(Record set)

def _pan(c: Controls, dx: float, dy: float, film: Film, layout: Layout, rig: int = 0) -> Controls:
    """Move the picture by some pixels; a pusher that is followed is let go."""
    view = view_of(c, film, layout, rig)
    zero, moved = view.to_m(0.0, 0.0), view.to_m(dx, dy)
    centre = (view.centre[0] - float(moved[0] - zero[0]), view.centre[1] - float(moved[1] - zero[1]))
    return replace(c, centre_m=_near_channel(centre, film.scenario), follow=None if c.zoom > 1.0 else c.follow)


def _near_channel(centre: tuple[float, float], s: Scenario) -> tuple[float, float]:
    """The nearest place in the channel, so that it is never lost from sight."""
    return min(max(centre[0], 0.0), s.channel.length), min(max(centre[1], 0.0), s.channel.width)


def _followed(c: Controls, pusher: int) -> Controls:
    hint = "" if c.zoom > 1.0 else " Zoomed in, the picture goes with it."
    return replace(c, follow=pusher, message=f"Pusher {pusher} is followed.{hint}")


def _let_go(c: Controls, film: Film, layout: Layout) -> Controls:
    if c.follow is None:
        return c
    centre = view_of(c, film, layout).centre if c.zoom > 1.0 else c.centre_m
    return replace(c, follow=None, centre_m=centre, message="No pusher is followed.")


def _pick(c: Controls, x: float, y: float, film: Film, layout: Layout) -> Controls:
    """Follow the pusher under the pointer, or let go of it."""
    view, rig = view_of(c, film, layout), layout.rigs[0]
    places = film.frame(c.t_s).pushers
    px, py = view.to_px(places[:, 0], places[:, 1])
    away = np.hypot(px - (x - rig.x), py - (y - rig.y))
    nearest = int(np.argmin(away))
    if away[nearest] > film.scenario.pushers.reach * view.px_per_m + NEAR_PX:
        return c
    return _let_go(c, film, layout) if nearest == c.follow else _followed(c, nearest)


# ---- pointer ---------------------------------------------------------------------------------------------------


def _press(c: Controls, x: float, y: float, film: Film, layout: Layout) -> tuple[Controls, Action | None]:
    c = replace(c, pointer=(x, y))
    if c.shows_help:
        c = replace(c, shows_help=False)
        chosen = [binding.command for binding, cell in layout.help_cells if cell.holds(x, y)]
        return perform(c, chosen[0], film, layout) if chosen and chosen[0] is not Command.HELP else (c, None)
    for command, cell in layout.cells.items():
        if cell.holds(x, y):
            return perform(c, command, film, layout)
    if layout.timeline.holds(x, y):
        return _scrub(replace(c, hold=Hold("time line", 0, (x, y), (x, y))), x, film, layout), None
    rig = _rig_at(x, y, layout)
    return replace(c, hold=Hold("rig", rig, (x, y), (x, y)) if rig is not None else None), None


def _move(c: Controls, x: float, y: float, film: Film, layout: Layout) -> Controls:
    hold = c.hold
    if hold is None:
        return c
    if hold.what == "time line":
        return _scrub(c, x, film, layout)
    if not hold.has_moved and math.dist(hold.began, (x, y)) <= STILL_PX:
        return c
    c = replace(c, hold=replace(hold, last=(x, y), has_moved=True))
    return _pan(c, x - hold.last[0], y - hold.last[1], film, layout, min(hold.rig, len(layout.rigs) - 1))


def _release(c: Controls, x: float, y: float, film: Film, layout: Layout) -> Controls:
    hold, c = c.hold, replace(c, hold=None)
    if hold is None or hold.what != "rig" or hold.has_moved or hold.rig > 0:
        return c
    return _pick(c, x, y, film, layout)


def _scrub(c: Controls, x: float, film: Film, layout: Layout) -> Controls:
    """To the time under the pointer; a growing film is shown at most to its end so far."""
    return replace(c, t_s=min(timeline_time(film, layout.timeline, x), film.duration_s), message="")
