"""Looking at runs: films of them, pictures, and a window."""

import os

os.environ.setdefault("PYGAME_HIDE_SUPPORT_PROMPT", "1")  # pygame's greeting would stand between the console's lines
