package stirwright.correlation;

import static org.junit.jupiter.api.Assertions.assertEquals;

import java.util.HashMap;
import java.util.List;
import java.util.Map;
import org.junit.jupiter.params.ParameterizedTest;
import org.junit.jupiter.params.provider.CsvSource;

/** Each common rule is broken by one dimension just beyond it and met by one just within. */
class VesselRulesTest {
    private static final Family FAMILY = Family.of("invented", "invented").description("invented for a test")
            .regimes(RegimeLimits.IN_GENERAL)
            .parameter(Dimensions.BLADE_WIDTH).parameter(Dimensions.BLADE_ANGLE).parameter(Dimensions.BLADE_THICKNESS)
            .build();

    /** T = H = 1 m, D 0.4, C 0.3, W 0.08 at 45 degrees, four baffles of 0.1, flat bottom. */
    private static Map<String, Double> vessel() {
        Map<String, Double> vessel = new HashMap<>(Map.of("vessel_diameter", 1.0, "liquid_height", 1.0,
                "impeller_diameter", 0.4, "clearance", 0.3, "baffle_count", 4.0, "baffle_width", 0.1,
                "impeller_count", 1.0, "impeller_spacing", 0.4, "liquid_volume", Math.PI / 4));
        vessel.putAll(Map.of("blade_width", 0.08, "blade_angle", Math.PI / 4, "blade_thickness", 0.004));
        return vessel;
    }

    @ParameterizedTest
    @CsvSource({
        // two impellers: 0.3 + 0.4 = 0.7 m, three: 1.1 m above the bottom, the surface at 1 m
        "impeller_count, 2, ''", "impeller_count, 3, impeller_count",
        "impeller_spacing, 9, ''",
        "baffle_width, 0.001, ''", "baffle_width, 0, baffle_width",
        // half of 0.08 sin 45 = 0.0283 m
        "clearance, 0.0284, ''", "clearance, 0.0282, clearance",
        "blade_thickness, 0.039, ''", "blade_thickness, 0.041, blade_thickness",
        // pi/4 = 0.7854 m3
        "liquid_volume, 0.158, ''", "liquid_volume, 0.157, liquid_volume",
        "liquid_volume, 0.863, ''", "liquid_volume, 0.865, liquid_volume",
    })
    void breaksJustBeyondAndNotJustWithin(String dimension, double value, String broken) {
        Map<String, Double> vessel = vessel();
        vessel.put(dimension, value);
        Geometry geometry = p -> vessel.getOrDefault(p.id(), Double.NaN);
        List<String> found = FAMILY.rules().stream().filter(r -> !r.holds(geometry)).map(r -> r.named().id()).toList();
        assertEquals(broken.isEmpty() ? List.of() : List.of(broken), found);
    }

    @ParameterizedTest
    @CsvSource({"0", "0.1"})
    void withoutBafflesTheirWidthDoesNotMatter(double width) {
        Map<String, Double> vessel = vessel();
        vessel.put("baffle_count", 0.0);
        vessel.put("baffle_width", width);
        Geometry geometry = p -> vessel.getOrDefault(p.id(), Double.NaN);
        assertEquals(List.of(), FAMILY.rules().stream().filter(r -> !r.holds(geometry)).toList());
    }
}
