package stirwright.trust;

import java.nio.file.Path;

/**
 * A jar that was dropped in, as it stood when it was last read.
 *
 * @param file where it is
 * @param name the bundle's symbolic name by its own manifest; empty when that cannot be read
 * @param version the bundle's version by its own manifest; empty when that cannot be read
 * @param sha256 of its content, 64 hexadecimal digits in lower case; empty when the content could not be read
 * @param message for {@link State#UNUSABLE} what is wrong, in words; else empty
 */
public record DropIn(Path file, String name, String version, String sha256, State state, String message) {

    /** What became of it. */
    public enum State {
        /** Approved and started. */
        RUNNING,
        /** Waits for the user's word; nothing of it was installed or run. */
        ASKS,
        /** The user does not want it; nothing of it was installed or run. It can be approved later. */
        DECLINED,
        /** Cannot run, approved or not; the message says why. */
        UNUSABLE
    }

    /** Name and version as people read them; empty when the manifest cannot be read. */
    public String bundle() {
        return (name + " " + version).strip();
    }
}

(End Record set)

What is required
In the records above, which lines hold the string "static"? Copy each one.

Answer section
import static org.junit.jupiter.api.Assertions.assertEquals;
    private static final Family FAMILY = Family.of("invented", "invented").description("invented for a test")
    private static Map<String, Double> vessel() {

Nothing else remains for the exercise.